We can take advantage of `guix shell` to avoid installing test packages into
our home environment. This way if it causes problems we can just exit the shell
and try again.

```sh
guix shell -L guix-zephyr zephyr-sdk cmake ninja git
```

`ZEPHYR_BASE` can be cloned into a temporary workspace to test our toolchain functionality.
(For now. Eventually we will need to create a package for `zephyr-base` that
our guix zephyr-build-system can use.)

```sh
mkdir /tmp/zephyr-project
cd /tmp/zephyr-project
git clone https://github.com/zephyrproject-rtos/zephyr
export ZEPHYR_BASE=/tmp/zephyr-project/zephyr
```

In order to build for the test board (k64f in this case) we need to get a hold of the vendor
Hardware Abstraction Layers and CMSIS.
(These will also need to become guix packages to allow the build system to compose modules).

```sh
git clone https://github.com/zephyrproject-rtos/hal_nxp &&
git clone https://github.com/zephyrproject-rtos/cmsis
```

To inform the build system about this module we pass it in with `-DZEPHYR_MODULES=` which is
a semicolon separated list of paths containing a module.yml file.

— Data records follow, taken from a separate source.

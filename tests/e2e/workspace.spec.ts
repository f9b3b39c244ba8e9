/**
 * The workspace in Chromium: the setup sheet on paper (print media, screenshot and PDF), a reload
 * mid-edit, a refused plan file, a share link into a fresh browser and a broken one, storage that
 * is turned off, HTML in names and labels, and no request leaving 127.0.0.1.
 */
import { mkdirSync, readFileSync } from 'node:fs';
import { type BrowserContext, expect, type Page, test } from '@playwright/test';

const ARTIFACTS = 'test-results/artifacts';
const TIMELINE = '[data-chart="planner-timeline"]';
const DEMO_NAME = 'Orrin-2 insert: three-depth time-of-flight check at 1.80 K';
const PAYLOAD = '<img src=x onerror=alert(1)>';

/** The first-visit guides are put away, so the views show as a returning visitor sees them. */
async function putGuidesAway(target: Page | BrowserContext) {
  await target.addInitScript(() => {
    try {
      if (!localStorage.getItem('sekundo.prefs')) localStorage.setItem('sekundo.prefs', JSON.stringify({ guides: 'explorer,planner,converter,locate' }));
    } catch {
      // Storage off: the guides show, covering nothing.
    }
  });
}

async function openPlanner(page: Page, url = '/') {
  await page.goto(url);
  await page.getByRole('tab', { name: 'Plan a measurement' }).click();
  await expect(page.getByRole('textbox', { name: 'Plan name' })).toBeVisible();
  await expect(page.locator(TIMELINE)).toHaveAttribute('data-drawn', 'true');
}

const requests: string[] = [];
const problems: string[] = [];

function watch(page: Page) {
  page.on('request', (request) => requests.push(request.url()));
  page.on('pageerror', (error) => problems.push(`page error: ${error.message}`));
  page.on('dialog', (dialog) => {
    problems.push(`dialog: ${dialog.type()} ${dialog.message()}`);
    void dialog.dismiss();
  });
  page.on('console', (message) => {
    if (message.type() === 'error') problems.push(`console: ${message.text()}`);
  });
}

test.describe('workspace', () => {
  test.beforeAll(() => mkdirSync(ARTIFACTS, { recursive: true }));

  test.beforeEach(async ({ page }) => {
    requests.length = 0;
    problems.length = 0;
    watch(page);
  });

  test.afterEach(() => {
    const outside = requests.filter((url) => {
      const { protocol, hostname } = new URL(url);
      return !(protocol === 'data:' || protocol === 'blob:' || hostname === '127.0.0.1');
    });
    expect(outside, 'no request may leave 127.0.0.1').toEqual([]);
    expect(problems).toEqual([]);
  });

  test('(a) plan from the demo and print the setup sheet', async ({ page }) => {
    await putGuidesAway(page);
    await page.addInitScript(() => {
      (window as unknown as { printCalls: number }).printCalls = 0;
      window.print = () => {
        (window as unknown as { printCalls: number }).printCalls += 1;
      };
    });
    await openPlanner(page);
    const name = page.getByRole('textbox', { name: 'Plan name' });
    await name.fill('Bench 3: four bolometers at 1.80 K');
    await name.press('Tab');
    await page.getByRole('button', { name: 'Print setup sheet' }).click();
    const sheet = page.getByRole('article', { name: 'Setup sheet' });
    await expect(sheet.getByRole('heading', { name: 'Setup sheet: Bench 3: four bolometers at 1.80 K' })).toBeVisible();
    await expect.poll(() => page.evaluate(() => (window as unknown as { printCalls: number }).printCalls)).toBe(1);
    await page.screenshot({ path: `${ARTIFACTS}/workspace-setup-sheet-screen.png`, fullPage: true });

    await page.emulateMedia({ media: 'print' });
    await expect(page.locator('#root')).toBeHidden();
    await expect(page.getByRole('button', { name: 'Print or save as PDF' })).toBeHidden();
    await expect(sheet.getByRole('heading', { name: 'Before the cooldown' })).toBeVisible();
    await expect(sheet.getByRole('heading', { name: 'Cryogenic cautions' })).toBeVisible();
    await expect(sheet).toContainText('Heater resistance at room temperature');
    await expect(sheet).toContainText('Bolometer D, 50 mm');
    await page.screenshot({ path: `${ARTIFACTS}/workspace-setup-sheet-print.png`, fullPage: true });
    const pdf = await page.pdf({ path: `${ARTIFACTS}/workspace-setup-sheet.pdf`, format: 'A4', printBackground: true });
    expect(pdf.subarray(0, 5).toString()).toBe('%PDF-');
    expect(pdf.length).toBeGreaterThan(10_000);
    await page.emulateMedia({ media: 'screen' });
    await page.getByRole('button', { name: 'Back to the planner' }).click();
    await expect(page.getByRole('article', { name: 'Setup sheet' })).toHaveCount(0);
  });

  test('(d) reload mid-edit: the plan and the saved plans are back', async ({ page }) => {
    await putGuidesAway(page);
    await openPlanner(page);
    await page.getByRole('button', { name: /Saved plans/ }).click();
    await page.getByRole('textbox', { name: 'Save the open plan as' }).fill('Before the reload');
    await page.getByRole('button', { name: 'Save as new' }).click();
    await expect(page.getByRole('list', { name: 'Saved plans' })).toContainText('Before the reload');
    const name = page.getByRole('textbox', { name: 'Plan name' });
    await name.fill('Typed just before the reload');
    await page.reload();
    await page.getByRole('tab', { name: 'Plan a measurement' }).click();
    await expect(page.getByRole('textbox', { name: 'Plan name' })).toHaveValue('Typed just before the reload');
    await expect(page.getByText('Restored from your last visit')).toBeVisible();
    await page.getByRole('button', { name: /Saved plans \(1\)/ }).click();
    await expect(page.getByRole('list', { name: 'Saved plans' })).toContainText('Before the reload');
    // Delete, then undo from the toast.
    await page.getByRole('button', { name: 'Delete “Before the reload”' }).click();
    await expect(page.getByText('No saved plans yet.')).toBeVisible();
    await page.getByRole('button', { name: 'Undo', exact: true }).click();
    await expect(page.getByRole('list', { name: 'Saved plans' })).toContainText('Before the reload');
    await page.screenshot({ path: `${ARTIFACTS}/workspace-restored.png` });
    // Undo of an edit by key.
    await page.getByRole('button', { name: 'Open “Before the reload”' }).click();
    await expect(page.getByRole('textbox', { name: 'Plan name' })).toHaveValue(DEMO_NAME);
    await page.locator('body').click({ position: { x: 5, y: 300 } });
    await page.keyboard.press('Control+z');
    await expect(page.getByRole('textbox', { name: 'Plan name' })).toHaveValue('Typed just before the reload');
  });

  test('(e) a broken plan file is refused with its messages; the plan is intact', async ({ page }) => {
    await putGuidesAway(page);
    await openPlanner(page);
    await page.getByLabel('Plan file to open').setInputFiles({
      name: 'negative-width.json',
      mimeType: 'application/json',
      buffer: readFileSync('tests/corpus/plans/negative-width.json'),
    });
    const alert = page.getByRole('alert').filter({ hasText: 'was not opened' });
    await expect(alert).toContainText('“negative-width.json” was not opened; the current plan is kept');
    await expect(alert.getByRole('listitem').first()).toBeVisible();
    await expect(page.getByRole('textbox', { name: 'Plan name' })).toHaveValue(DEMO_NAME);
    await expect(page.getByText('Demo plan (invented setup)')).toBeVisible();
    await page.screenshot({ path: `${ARTIFACTS}/workspace-broken-file.png` });
  });

  test('(e) share link round trip into a fresh browser, and a broken link', async ({ page, browser }) => {
    await putGuidesAway(page);
    await openPlanner(page);
    const name = page.getByRole('textbox', { name: 'Plan name' });
    await name.fill('Shared from bench 3');
    await name.press('Tab');
    await page.getByRole('button', { name: 'Copy share link' }).click();
    const url = await page.getByRole('textbox', { name: 'Share link' }).inputValue();
    expect(url).toMatch(/^http:\/\/127\.0\.0\.1:\d+\/#plan=1\./);

    const other = await browser.newContext({ viewport: { width: 1280, height: 720 } });
    await putGuidesAway(other);
    const colleague = await other.newPage();
    watch(colleague);
    await colleague.goto(url);
    // A fresh browser has no work of its own to lose: the link opens on its plan at once, asking nothing.
    await expect(colleague.getByRole('tab', { name: 'Plan a measurement' })).toHaveAttribute('aria-selected', 'true');
    await expect(colleague.getByRole('textbox', { name: 'Plan name' })).toHaveValue('Shared from bench 3');
    await expect(colleague.getByRole('alertdialog')).toHaveCount(0);
    await expect(colleague.locator(TIMELINE)).toHaveAttribute('data-drawn', 'true');
    await colleague.screenshot({ path: `${ARTIFACTS}/workspace-share-opened.png` });
    await expect(colleague.getByText('From a shared link')).toBeVisible();
    expect(new URL(colleague.url()).hash).toBe('');

    // A broken link: the message, and nothing changes.
    await colleague.goto('/?again#plan=1.N4Ig');
    await expect(colleague.getByRole('alert').filter({ hasText: 'The plan link could not be opened' })).toBeVisible();
    await colleague.getByRole('tab', { name: 'Plan a measurement' }).click();
    await expect(colleague.getByRole('textbox', { name: 'Plan name' })).toHaveValue('Shared from bench 3');
    await expect(colleague.getByRole('alertdialog')).toHaveCount(0);
    await colleague.screenshot({ path: `${ARTIFACTS}/workspace-broken-link.png` });
    await other.close();
  });

  test('(e) storage turned off: the app works and says so', async ({ page }) => {
    await page.addInitScript(() => {
      Object.defineProperty(window, 'localStorage', {
        configurable: true,
        get() {
          throw new DOMException('The operation is insecure.', 'SecurityError');
        },
      });
    });
    await page.goto('/');
    await expect(page.getByText(/does not let Sekundo keep data/)).toBeVisible();
    await page.getByRole('tab', { name: 'Plan a measurement' }).click();
    await expect(page.locator(TIMELINE)).toHaveAttribute('data-drawn', 'true');
    const name = page.getByRole('textbox', { name: 'Plan name' });
    await name.fill('Only in this tab');
    await name.press('Tab');
    await page.getByRole('button', { name: 'Undo', exact: false }).first().click();
    await expect(name).toHaveValue(DEMO_NAME);
    await expect(page.getByText(/Changes are not being kept in this browser/)).toBeVisible();
    await page.screenshot({ path: `${ARTIFACTS}/workspace-storage-off.png` });
  });

  test('names and labels with HTML stay text: no element, no dialog', async ({ page }) => {
    await putGuidesAway(page);
    await openPlanner(page);
    const plan = JSON.parse(readFileSync('public/demo-plan.json', 'utf8')) as {
      name: string;
      sensors: { label: string }[];
      reflectors: { label: string }[];
    };
    plan.name = `Plan ${PAYLOAD}`;
    if (plan.sensors[0]) plan.sensors[0].label = `Sensor ${PAYLOAD}`;
    if (plan.reflectors[0]) plan.reflectors[0].label = 'Lid <svg onload=alert(3)>';
    await page.getByLabel('Plan file to open').setInputFiles({ name: `${PAYLOAD}.json`, mimeType: 'application/json', buffer: Buffer.from(JSON.stringify(plan)) });
    await expect(page.getByRole('textbox', { name: 'Plan name' })).toHaveValue(`Plan ${PAYLOAD}`);
    await expect(page.locator(TIMELINE)).toHaveAttribute('data-drawn', 'true');
    await page.getByRole('button', { name: /Saved plans/ }).click();
    await page.getByRole('button', { name: 'Save as new' }).click();
    await expect(page.getByRole('list', { name: 'Saved plans' })).toContainText(`Plan ${PAYLOAD}`);
    await page.getByRole('button', { name: 'Copy share link' }).click();
    const url = await page.getByRole('textbox', { name: 'Share link' }).inputValue();
    // The open plan is the file as opened (and saved): nothing to lose, so the link opens at once.
    await page.goto(url);
    await expect(page.getByText('From a shared link')).toBeVisible();
    await expect(page.getByRole('alertdialog')).toHaveCount(0);
    await expect(page.getByRole('textbox', { name: 'Plan name' })).toHaveValue(`Plan ${PAYLOAD}`);
    await page.addInitScript(() => {
      window.print = () => undefined;
    });
    await page.getByRole('button', { name: 'Print setup sheet' }).click();
    await expect(page.getByRole('article', { name: 'Setup sheet' })).toContainText(`Sensor ${PAYLOAD}`);
    const injected = await page.evaluate(() => ({
      img: document.querySelectorAll('img').length,
      svgOnload: document.querySelectorAll('svg[onload]').length,
      handlers: [...document.querySelectorAll('*')].filter((el) => el.getAttributeNames().some((a) => a.startsWith('on'))).length,
    }));
    expect(injected).toEqual({ img: 0, svgOnload: 0, handlers: 0 });
  });
});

To build the hello world sample we use the following incantation.
```sh
cmake -Bbuild $ZEPHYR_BASE/samples/hello_world \
	-GNinja \
	-DBOARD=frdm_k64f \
	-DBUILD_VERSION=3.1.0 \
	-DZEPHYR_MODULES="/tmp/zephyr-project/hal_nxp;/tmp/zephyr-project/cmsis" \
      && ninja -Cbuild
```

If everything is set up correctly we will end up with a =./build=
directory with all our build artifacts. The SDK is installed correctly!

# Conclusion

A customized cross toolchain is one of the most difficult pieces of
software to build. Using Guix, we do not need to be afraid of the
complexity! We can fiddle with settings, swap out components, and do
the most brain dead things to our environments without a care in the
world.  Just exit the environment and it's like it never happened at
all.

It highlights one of my favorite aspects of Guix, every package is a
working reference design for you to modify and learn from.